The latter result provides a conceptual replication of the results found by Pescetelli and Yeung (2021), especially combined with the observation that where feedback is unavailable, people do not appear to distinguish between useful and supportive advice. Nevertheless, the results are not wholly consistent with an account of advice-taking in which people use agreement to evaluate advisors in the absence of feedback. Under such an account, we would expect participants in the No feedback condition to have shown a greater susceptibility to advice from the Agreeing advisor, but this did not happen.

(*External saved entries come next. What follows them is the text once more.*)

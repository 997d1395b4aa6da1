"""Take after take: find the clips, measure what has changed, write each result in one step, gather the tables.

Every clip is measured in a process of its own pool, so that a decoder that crashes takes one clip with it and not the
shoot. A worker writes its result into a hidden folder beside the final one; the main process renames it into place.
So a killed run loses at most the clips in flight, and the next run takes up everything that is unchanged: same
content, same settings as far as they touch the clip, same version.
"""

from __future__ import annotations

import contextlib
import dataclasses
import datetime
import errno
import glob
import hashlib
import math
import multiprocessing
import os
import re
import shutil
import signal
import time
import traceback
import unicodedata
from collections import Counter, deque
from collections.abc import Callable, Iterable, Iterator, Mapping, Sequence
from dataclasses import dataclass, field
from multiprocessing.connection import Connection, wait
from pathlib import Path
from typing import TYPE_CHECKING, Any

import pandas as pd

from framegrade.footage import FootageError, find_clips, probe
from framegrade.records import TakeRecord
from framegrade.report import tables
from framegrade.report.tables import GradeRun, ResultError, displayable
from framegrade.version import __version__

if TYPE_CHECKING:
    from framegrade.camera import Camera
    from framegrade.grading import Limits
    from framegrade.measure import MeasureSettings

Progress = Callable[[float], None]
Measure = Callable[[Path, "MeasureSettings", Progress], TakeRecord]
Plot = Callable[[TakeRecord, Path], "list[Path]"]

#: Figures a user may give: lowest, highest, unit. Wider than any camera; a value outside is a slip of the unit.
GIVEN_RANGES = {
    "readout_ms": (0.0, 200.0, "ms"), "hfov_deg": (5.0, 175.0, "degrees"), "exposure_ms": (0.0, 1000.0, "ms"),
}

CLIPS_FOLDER = "clips"
LOCK_FILE = ".framegrade-lock"
_PARTIAL = ".partial-"
_REPLACED = ".replaced-"
_NO_ROOM = (errno.ENOSPC, errno.EDQUOT)


class UsageError(Exception):
    """A request that cannot be carried out as put; its text is one sentence for the user."""


class NoRoomError(Exception):
    """The results folder cannot even be begun, because its disk is full; its text is one sentence for the user."""


class Interrupted(KeyboardInterrupt):
    """The user stopped the run. `run` is the `GradeRun` of what was graded until then."""

    def __init__(self, run: GradeRun) -> None:
        super().__init__()
        self.run = run


def touching(settings: MeasureSettings, clip: Path) -> dict[str, Any]:
    """The part of the settings that a clip's result depends on, as JSON holds it.

    Only the camera mode that fits the clip counts: another mode may be added to the camera file without measuring
    this clip again. Neither does the number of threads.

    Parameters
    ----------
    settings : MeasureSettings
    clip : Path

    Returns
    -------
    dict

    Raises
    ------
    FootageError
        If a camera is given and the clip cannot be opened to see its mode.
    """
    mode = None if settings.camera is None else settings.camera.mode_for(probe(clip))
    given = {name: getattr(settings, name) for name in ("readout_s", "hfov_deg", "exposure_s", "limits")}
    return tables.plain({"mode": mode, **given})


class Watcher:
    """Is told what happens during a run. This one keeps silent; `report.terminal` shows it."""

    def begin(self, sizes: Mapping[str, int]) -> None:
        """The run starts; size in bytes by name of every clip, those already done included."""

    def kept(self, row: Mapping[str, Any]) -> None:
        """A clip is unchanged since an earlier run; its row of `takes.csv`."""

    def start(self, clip: str) -> None:
        """A clip is being measured."""

    def fraction(self, clip: str, done: float) -> None:
        """Share of a clip measured, 0 to 1."""

    def again(self, clip: str) -> None:
        """The process that measured a clip broke down; it is tried once more after the others."""

    def end(self, row: Mapping[str, Any], seconds: float | None) -> None:
        """A clip is graded or failed; its row of `takes.csv` and the time it took."""

    def close(self) -> None:
        """The run ends, in whatever way."""


def default_measure(path: Path, settings: MeasureSettings, progress: Progress) -> TakeRecord:
    """Measure a clip with `framegrade.measure` (imported only where clips are measured)."""
    from framegrade.measure import measure_clip

    return measure_clip(path, settings, progress)


def default_plot(record: TakeRecord, folder: Path) -> list[Path]:
    """Draw the plots of a take with `framegrade.report.plots` (imported only where clips are measured)."""
    from framegrade.report.plots import write_plots

    return write_plots(record, folder)


# ------------------------------------------------------------------------------------------------- the two entries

One explanation for this discrepancy may be that it is possible that different people have differing preferences for agreeing versus non-redundant advice, particularly where the task is hard and participants are lacking information with which to judge their own and others’ performance (as in the No Feedback condition). Another explanation for the equivalence of the influence of the advisors in the No feedback condition may be a consequence of relatively high levels of advice influence overall, producing a ceiling effect (the numerical advantage for the Agreeing advisor is as predicted by the theory). The relatively high levels of advice influence are a feature of the Dates task; the questions are difficult for most participants and consequently participants are likely to take more advice (Gino and Moore 2007; Yonah and Kessler 2021). A third possible explanation for the equivalence of influence between the advisors is that participants may not have had enough exposure to the advisors to properly learn about the value of their advice. The limitation on exposure is another feature of the Dates task: while the Dots task provides participants with many tens of trials in which to update their assessment of advisors, the Dates task provides a level of exposure more similar to normal social interaction (although not necessarily very similar).

Like its counterpart in the Dots task (Pescetelli and Yeung 2021), the design of this experiment deliberately violated an assumption which may be generally true in real life, that the advice is sufficiently independent as to convey at least some information regarding the correct answer. Had we told participants that the agreeing advisor would agree with them no matter what they the participants said, the participants may have disregarded the advice. Nevertheless, the results show that, even where they would have performed objectively better by preferring accurate over agreeing advice, participants were not able to detect the more accurate advice without objective feedback.

The results were only partially compatible with those of Pescetelli and Yeung (2021). In the Feedback condition, we saw, as expected, a much greater influence of advice from the Accurate advisor. In the No feedback condition, however, the influence of the advisors appeared to be equivalent. We did demonstrate that this paradigm is capable of measuring influence differences.